Angel and Blume

PRESS & MEDIA

Guest Rooms


I’ve always said that the best way to see if your guest room is actually a welcoming place for your nearest and dearest, is to use it yourself. If you have never slept in your guest room, how do you know if the temperature is right, if the lighting is good, whether it is a comfortable place to be and whether there are any useful items that are missing? While I still feel this is a good idea, I have to say that I now look at this exercise very differently. I think if you make your guest room really, really nice, you may just be tempted to spend the odd night or two, possibly a long weekend, in your guest quarters. After all, sometimes a change really can be that good rest so many of us are longing for.

 

If you are the homeowner, the chances are that you are in the biggest bedroom (the main bedroom, the principal bedroom, the master bedroom if you must) and if any of your bedrooms have an en-suite bathroom, it’s likely that it is this one.
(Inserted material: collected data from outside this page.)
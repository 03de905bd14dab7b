export const serial = (law: string, lag1: number): string =>
  `Residuals of ${law} follow each other in the order of the run (lag-1 correlation ${lag1.toFixed(2)}): the form does not hold over the whole run, or something drifted. Its intervals are too narrow by as much as neighbouring readings repeat each other.`;
export const bend = (law: string, group: string): string =>
  `Residuals of ${law} bend against ${group}: one exponent does not hold over its whole range. Try an offset, a blended law or two ranges, and do not extrapolate in ${group}.`;
export const uneven = (law: string, rises: boolean): string =>
  `The scatter about ${law} ${rises ? 'grows' : 'falls'} with the predicted value: intervals are too ${rises ? 'narrow' : 'wide'} at the high end and too ${rises ? 'wide' : 'narrow'} at the low one.`;
export const notNormal = (law: string, largest: number, trial: string): string =>
  `Residuals of ${law} are not normally distributed; the largest is ${Math.abs(largest).toFixed(1)} standard deviations ${largest > 0 ? 'above' : 'below'} (trial ${trial}). Compare the robust refits before leaning on the intervals.`;
export const lackOfFit = (law: string, ratio: number, lacking: boolean, replicates: number): string =>
  lacking
    ? `About ${law} trials scatter ${Math.sqrt(ratio).toFixed(1)} times as much as replicates of one setting do (${replicates} degrees of freedom): the form misses something that the rig repeats.`
    : `About ${law} trials scatter no more than replicates of one setting do (variance ratio ${ratio.toFixed(2)}, ${replicates} degrees of freedom).`;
The trick is not to get hung up on what your guest room doesn’t have but look at what it has to offer, or what it could offer. Being different, feeling different, is the key. It might naturally have a different view, a different shape, it might be a quieter room in the house, or a warmer one. If there really isn’t anything obvious, try to think about what could be added. If it’s an older house and has a chimney breast, could you add a fireplace? If there is space, could you add a lovely bookcase and a reading chair. If it is small without much additional space to play with, I would think about using a bolder wall colour, or wallpaper, and contemplate adding a feature bed such as a four poster or a big headboard. Whatever you do, don’t compromise on the bed, either the size or the comfort factor. If the room is tiny, put in the biggest bed you can and use really small bedside tables rather than an undersized bed which will never tempt you to leave the comfort of your own bed to take an overnight stay along the corridor.

 

Good lighting is as vital in bedrooms as everywhere else and the good news is that it is often not that complicated but it does need to be considered. You will need soft bedside lighting and even though many of us get the words we read before lights out from our devices, you still need to be able to see enough without feeling over lit or automatically waking a sleeping partner. To achieve this, you might want a brighter bedside lamp and also a gentle, focused reading lamp. It is also attractive to have other lamps in the room if possible and you might need some additional lighting just so that on the occasions you need to brightly lit room (cleaning or packing for example), you have that option. Central pendant lights generally give really poor light around a room and if you are using one in a bedroom, it is better to think of it as a decorative item (such as a chandelier or a beautiful shade) rather than using it as an everyday light source.

 

As ever, accessories are your friend and items in your guest room should be thought about carefully as they can be used to make the room not only feel different to the room that you use regularly but also rather special. Make sure that the pictures you hang in the room are ones you really like and invest in high quality bedlinen, a bed throw and cushions for the bed. Also some practical things like good hand cream, an attractive water jug and glasses, a selection of readable books and a beautiful vase that can take a handful of flowers or vegetation from the garden (or a really good faux bunch if you know this won’t actually happen) will be welcomed both by guests and by you when you use the room. On a practical note, see if there is somewhere that you can provide a space to put an overnight bag, or just to pile up clothes (rather than on the floor) and similarly a few hooks on the back of the door or elsewhere, with some good quality hangers, are always welcome.

 

If you live in a bigger house, you might find yourself in the enviable position of having more than one guest room and therefore I would strongly advise that you keep repeating the approach of finding the advantage of the room and playing to that strength. For example, if the room is small, you might find that it can be made to be feel incredibly cosy and indeed may be the easiest to properly heat and therefore the warmest room in the house during a cold snap. If you decorate your guest rooms beautifully and crucially differently to each other, they will be a pleasure to use, and I would say that you are getting the decoration of the room right when you want to use it as much as you want to be in your own room.

 

There is often the thorny issue of changing a child’s bedroom once they have left home. You hopefully want to encourage them to come back and for them to be comfortable in your home when they do. However, their old rooms shouldn’t be kept as a shrine to their childhood, or indeed act as a free storage locker for the stuff they can’t be bothered to sort out or take to their own abode. I hope that if you redecorate the room and make it inviting for them to use that the drama of changing a space won’t be insurmountable, and in doing so you will reclaim a room for you and your other guests to use as well as your offspring.

 

So take a look at your spare room – view it not as a lesser space than the room you have selected as your own, but as an opportunity to create your own destination bedroom that you would like to book into when you deserve a treat and you want a change. Your guests will thank you, assuming of course that you can bear to move out of the room when they come to visit.